- [WHAT THE TASK ASKS]:
Determine the number of lines in the listing below where the string "grouped" occurs; answer with the number alone.

- [RECORDS FOR PROCESSING]:
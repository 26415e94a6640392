import { router } from 'expo-router';
import { useMemo } from 'react';
import { StyleSheet, View } from 'react-native';
import { updateRequest } from '@/lib/api/design-requests';
import { useJob } from '@/lib/hooks/use-job';
import { spacing } from '@/lib/theme';
import type { RequestDetail } from '@/shared/schemas/requests/views';
import { ErrorView } from '../error-view';
import { LoadingView } from '../loading-view';
import { ComposeForm } from './compose-form';
import { draftFromCompose } from './compose-draft';
import { DraftPhotosCard } from './draft-photos-card';

/**
 * Editing a Draft not sent yet: its photos (added or removed at once) and its fields and members, saved
 * together as the working copy the send will freeze.
 */
export function DraftEditor({
  request,
  onChange,
}: {
  request: RequestDetail;
  onChange: (detail: RequestDetail) => void;
}) {
  const job = useJob(request.jobId);
  const initial = useMemo(() => draftFromCompose(request.draft ?? undefined), [request.draft]);
  if (job.error) return <ErrorView error={job.error} onRetry={() => void job.mutate()} />;
  if (!job.data) return <LoadingView />;
  return (
    <View style={styles.wrap}>
      <DraftPhotosCard request={request} onChange={onChange} />
      <ComposeForm
        job={job.data}
        initial={initial}
        saveLabel="Save the changes"
        onSave={async ({ engineerEmail, ...rest }) => {
          // An address, once given, can be changed but not taken back off a Draft.
          const saved = await updateRequest(request.id, engineerEmail ? { ...rest, engineerEmail } : rest);
          onChange(saved);
          router.replace({ pathname: '/requests/[requestId]', params: { requestId: request.id } });
        }}
      />
    </View>
  );
}

const styles = StyleSheet.create({ wrap: { gap: spacing.lg } });
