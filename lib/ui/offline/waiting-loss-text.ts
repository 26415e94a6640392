/** The warning before a sign-out deletes changes that are only on this device, or null when none wait. */
export function waitingLossText(waiting: number, online: boolean): string | null {
  if (waiting === 0) return null;
  const what = waiting === 1 ? '1 change is' : `${waiting} changes are`;
  const hint = online
    ? 'Open Sync to send them first, or sign out and lose them.'
    : 'You are offline: wait for signal so they can be sent, or sign out and lose them.';
  return `${what} only on this device and not on the server yet. Signing out deletes this device’s copy of your work. ${hint}`;
}
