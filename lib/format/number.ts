/** Shown in place of a number that is not finite. */
export const NOT_A_NUMBER_TEXT = '—';

/**
 * A number with a fixed count of decimals and thousands grouped by commas ("1,345.5"). Negative zero
 * shows as "0". Non-finite values show as "—".
 *
 * @param value the number
 * @param digits decimals shown (0–10), default 0
 * @example formatNumber(1345.46, 1) // "1,345.5"
 * Reference: display convention (US thousands separator).
 */
export function formatNumber(value: number, digits = 0): string {
  if (!Number.isFinite(value)) return NOT_A_NUMBER_TEXT;
  const fixed = Math.abs(value).toFixed(digits);
  const isZero = Number(fixed) === 0;
  const [whole, decimals] = fixed.split('.');
  const grouped = whole.replace(/\B(?=(\d{3})+(?!\d))/g, ',');
  const sign = value < 0 && !isZero ? '-' : '';
  return decimals === undefined ? `${sign}${grouped}` : `${sign}${grouped}.${decimals}`;
}
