import { router } from 'expo-router';
import { useMemo } from 'react';
import { createRequest } from '@/lib/api/design-requests';
import type { ScreenWithHistory } from '@/shared/schemas/bearing-screens';
import type { Job } from '@/shared/schemas/jobs';
import { Notice } from '../notice';
import { Text } from '../text';
import { ComposeForm } from './compose-form';
import { draftFromCompose } from './compose-draft';
import { composeFromScreen } from './request-from-screen';

/**
 * A new design request from the job, saved as a Draft; started from an "engineer required" bearing screen
 * it already holds the screen's reasons. Photos are added and the request sent from its own page.
 */
export function NewRequestForm({ job, fromScreen }: { job: Job; fromScreen?: ScreenWithHistory }) {
  const initial = useMemo(
    () => draftFromCompose(fromScreen ? composeFromScreen(fromScreen) : undefined),
    [fromScreen],
  );
  return (
    <ComposeForm
      job={job}
      initial={initial}
      saveLabel="Save the draft"
      intro={
        fromScreen ? (
          <Notice
            tone="info"
            title={`From the bearing screen of ${fromScreen.wallLabel}`}
            testID="compose-from-screen"
          >
            <Text>
              The screen’s reasons for an engineer are in “Bearing points” below, each marked seen or assumed.
              Add what else you know and save the draft.
            </Text>
          </Notice>
        ) : undefined
      }
      onSave={async (body) => {
        const request = await createRequest(job.id, body);
        router.replace({ pathname: '/requests/[requestId]', params: { requestId: request.id } });
      }}
    />
  );
}
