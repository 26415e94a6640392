import type { Db, DbOrTx } from '@/db/client';
import { newId } from '@/db/new-id';
import { requestInvitations } from '@/db/schema';
import { AppError, notFound } from '@/server/app-error';
import { findUserByEmail } from '@/server/api/auth/auth.repository';
import { syncEngineerItems } from '@/server/api/checklist/engineer-items.repository';
import { findJob } from '@/server/api/jobs/jobs.repository';
import { findUser, listMemberships } from '@/server/api/me/me.repository';
import { findMember } from '@/server/api/members/members.repository';
import { newLinkToken } from '@/server/services/link-token';
import { requestNewsMail, requestSentMail } from '@/server/services/mail/design-request-mail';
import type { Mailer } from '@/server/services/mail/mailer';
import { enqueueMail } from '@/server/services/mail/outbox.repository';
import type { RequestCompose, RequestPatch } from '@/shared/schemas/requests/compose';
import type { EngineerReply } from '@/shared/schemas/requests/reply';
import type {
  RequestDetail,
  RequestListItem,
  RequestVersionSnapshot,
  ThreadEntry,
} from '@/shared/schemas/requests/views';
import {
  REQUEST_STATE_LABELS,
  type FeeQuote,
  type MessageCreate,
  type RequestSide,
  type RequestState,
  type Revision,
  type StatusChange,
} from '@/shared/schemas/requests/workflow';
import { changesBetween } from './request-changes';
import { describeRequest, toListItem } from './request-detail';
import { auditRequest, openRequest, type RequestViewer } from './request-access';
import { buildSnapshot } from './request-snapshot';
import { assertMay, statusAction } from './request-transitions';
import {
  claimForMessage,
  findNames,
  insertReply,
  insertRequest,
  insertThreadEntry,
  insertVersion,
  latestReply,
  listAttachments,
  listEngineerRequests,
  listFirmRequests,
  findVersion,
  listVersions,
  updateRequest,
  type RequestRow,
} from './requests.repository';

/** How long the link of an engineer without a bound account works. */
export const REQUEST_INVITATION_DAYS = 30;

const other = (side: RequestSide): RequestSide => (side === 'firm' ? 'engineer' : 'firm');
const unreadFlag = (side: RequestSide) => (side === 'firm' ? 'firmUnread' : 'engineerUnread');

/** The job must be the firm's and open; every picked member must be one of its members. */
function checkJobAndMembers(tx: DbOrTx, orgId: string, jobId: string, memberIds: string[]): void {
  const job = findJob(tx, orgId, jobId);
  if (!job) throw notFound('Job');
  if (job.archivedAt) throw new AppError('conflict', 'This job is archived: it cannot send design requests');
  const fields: Record<string, string[]> = {};
  memberIds.forEach((id, index) => {
    if (findMember(tx, orgId, id)?.jobId !== jobId)
      fields[`memberIds.${index}`] = ['No such member on this job'];
  });
  if (new Set(memberIds).size !== memberIds.length) fields.memberIds = ['Pick each member once'];
  if (Object.keys(fields).length > 0) throw new AppError('bad_request', 'Some fields need attention', fields);
}

/** The confirmed engineer account of `email`, if there is one (an unconfirmed account is never bound). */
function confirmedEngineer(tx: DbOrTx, email: string): string | null {
  const user = findUserByEmail(tx, email);
  if (!user?.emailVerifiedAt) return null;
  return listMemberships(tx, user.id).some((m) => m.role === 'engineer') ? user.id : null;
}
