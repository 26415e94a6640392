import { StyleSheet, View } from 'react-native';
import type { DiffLine } from '@/lib/requests/version-diff';
import { colors, radii, spacing } from '@/lib/theme';
import { Text } from '../text';

const SIDE_WORDS = { before: 'Was', after: 'Now' };

function Side({
  side,
  value,
  from,
  to,
}: {
  side: 'before' | 'after';
  value: string | null;
  from: number;
  to: number;
}) {
  return (
    <View style={[styles.side, side === 'before' ? styles.before : styles.after]}>
      <Text variant="caption" tone="muted">
        {SIDE_WORDS[side]} (version {side === 'before' ? from : to})
      </Text>
      <Text selectable>{value ?? '— none —'}</Text>
    </View>
  );
}

/**
 * One field of the comparison: its name, then the older value beside the newer (above it on a phone); an item
 * only one version has says "Added in version N" or "Removed in version N" with its value.
 */
export function ChangeLineRow({
  line,
  from,
  to,
  stacked,
}: {
  line: DiffLine;
  from: number;
  to: number;
  stacked: boolean;
}) {
  return (
    <View style={styles.row} testID="change-line">
      <Text variant="label">{line.field}</Text>
      {line.kind === 'changed' ? (
        <View style={[styles.pair, stacked && styles.pairStacked]}>
          <Side side="before" value={line.before} from={from} to={to} />
          <Side side="after" value={line.after} from={from} to={to} />
        </View>
      ) : (
        <View style={[styles.side, line.kind === 'added' ? styles.after : styles.before]}>
          <Text variant="caption" tone="muted">
            {line.kind === 'added' ? `Added in version ${to}` : `Removed in version ${to}`}
          </Text>
          <Text selectable style={line.kind === 'removed' ? styles.struck : undefined}>
            {line.kind === 'added' ? line.after : line.before}
          </Text>
        </View>
      )}
    </View>
  );
}

const styles = StyleSheet.create({
  row: { gap: spacing.xs },
  pair: { flexDirection: 'row', gap: spacing.sm },
  pairStacked: { flexDirection: 'column' },
  side: { flex: 1, padding: spacing.sm, borderRadius: radii.sm, borderWidth: 1, gap: spacing.xxs },
  before: { backgroundColor: colors.surfaceSunken, borderColor: colors.line },
  after: { backgroundColor: colors.infoSoft, borderColor: colors.info },
  struck: { textDecorationLine: 'line-through' },
});
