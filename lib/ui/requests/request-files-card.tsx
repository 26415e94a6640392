import { Image, StyleSheet, View } from 'react-native';
import { downloadPath, filePath } from '@/lib/api/design-requests';
import { spacing } from '@/lib/theme';
import { PHOTO_PLACE_LABELS } from '@/shared/schemas/requests/snapshot';
import type { RequestDetail } from '@/shared/schemas/requests/views';
import { Button } from '../button';
import { Card } from '../card';
import { Text } from '../text';
import { openDownload } from './browser-files';
import { WaitingPhotos } from './waiting-photos';

const PURPOSE_WORDS = {
  photo: 'Photo or sketch',
  message: 'In a message',
  design: 'Design document',
} as const;

/** The package downloads (PDF, JSON, load table, photos) and every file of the request with its tag. */
export function RequestFilesCard({ request }: { request: RequestDetail }) {
  const sent = request.version > 0;
  return (
    <Card title="Package and files" testID="request-files">
      {sent && openDownload ? (
        <View style={styles.buttons}>
          {(
            [
              ['package.pdf', 'PDF package'],
              ['package.json', 'JSON package'],
              ['loads.csv', 'Load table (CSV)'],
              ['photos.zip', 'Photos (zip)'],
            ] as const
          ).map(([what, label]) => (
            <Button
              key={what}
              label={label}
              variant="secondary"
              testID={`download-${what}`}
              onPress={() => openDownload?.(downloadPath(request.id, what))}
            />
          ))}
        </View>
      ) : null}
      {!sent ? <Text tone="muted">The package is made when the request is sent.</Text> : null}
      <WaitingPhotos requestId={request.id} />
      {request.files.map((file) => (
        <View key={file.id} style={styles.file} testID="request-file">
          <Text variant="bodyStrong">
            {PURPOSE_WORDS[file.purpose]}
            {file.purpose === 'photo' ? `: ${PHOTO_PLACE_LABELS[file.place]}` : ''}
            {file.version ? ` (answers version ${file.version})` : ''}
          </Text>
          <Text>{file.caption || file.fileName}</Text>
          {file.mimeType === 'image/jpeg' || file.mimeType === 'image/png' ? (
            <Image
              source={{ uri: filePath(request.id, file.id, 'preview') }}
              accessibilityLabel={file.caption || file.fileName}
              style={styles.photo}
              resizeMode="contain"
            />
          ) : null}
          {file.previewNote ? (
            <Text variant="caption" tone="muted">
              {file.previewNote}
            </Text>
          ) : null}
          {openDownload ? (
            <Button
              label={`Download ${file.fileName}`}
              variant="quiet"
              onPress={() => openDownload?.(filePath(request.id, file.id))}
            />
          ) : null}
        </View>
      ))}
    </Card>
  );
}

const styles = StyleSheet.create({
  buttons: { flexDirection: 'row', flexWrap: 'wrap', gap: spacing.sm },
  file: { gap: spacing.xxs, paddingTop: spacing.md },
  photo: { width: '100%', height: 220 },
});
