import { useState } from 'react';
import { Pressable, StyleSheet, View } from 'react-native';
import type { DiffGroup } from '@/lib/requests/version-diff';
import { colors, iconSize, layout, radii, spacing } from '@/lib/theme';
import { Icon } from '../icon';
import { Text } from '../text';
import { ChangeLineRow } from './change-line-row';

const KIND_WORDS = { changed: '', added: ' · added in this version', removed: ' · removed in this version' };
const changes = (n: number) => `${n} ${n === 1 ? 'change' : 'changes'}`;

/** A member (or the request's own parts) with its changes by section; the heading folds it, with its count. */
export function ChangeGroup({
  group,
  from,
  to,
  stacked,
  openAtFirst,
}: {
  group: DiffGroup;
  from: number;
  to: number;
  stacked: boolean;
  openAtFirst: boolean;
}) {
  const [open, setOpen] = useState(openAtFirst);
  return (
    <View style={styles.group} testID="change-group">
      <Pressable
        role="button"
        aria-expanded={open}
        onPress={() => setOpen(!open)}
        style={({ pressed }) => [styles.head, pressed && styles.pressed]}
        testID="change-group-toggle"
      >
        <Icon
          name={group.kind === 'changed' ? 'edit' : group.kind === 'added' ? 'plus' : 'error'}
          size={iconSize.md}
        />
        <View style={styles.headText}>
          <Text variant="bodyStrong">
            {group.title}
            {KIND_WORDS[group.kind]}
          </Text>
          <Text variant="caption" tone="muted">
            {open ? `${changes(group.count)} · tap to fold` : `${changes(group.count)} · tap to show them`}
          </Text>
        </View>
        <Icon name="chevronRight" size={iconSize.md} />
      </Pressable>
      {open
        ? group.sections.map((section) => (
            <View key={section.id} style={styles.section}>
              <Text variant="caption" tone="muted" style={styles.sectionTitle}>
                {section.title.toUpperCase()}
              </Text>
              {section.lines.map((line, index) => (
                <ChangeLineRow
                  key={`${line.field}-${index}`}
                  line={line}
                  from={from}
                  to={to}
                  stacked={stacked}
                />
              ))}
            </View>
          ))
        : null}
    </View>
  );
}

const styles = StyleSheet.create({
  group: { gap: spacing.sm, borderTopWidth: 1, borderColor: colors.line, paddingTop: spacing.sm },
  head: {
    flexDirection: 'row',
    alignItems: 'center',
    gap: spacing.sm,
    minHeight: layout.touchTarget,
    borderRadius: radii.sm,
  },
  headText: { flex: 1, gap: spacing.xxs },
  pressed: { backgroundColor: colors.overlay },
  section: { gap: spacing.sm, paddingLeft: spacing.sm },
  sectionTitle: { letterSpacing: 0.5 },
});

- [SOLUTION TO THIS EXERCISE]:
3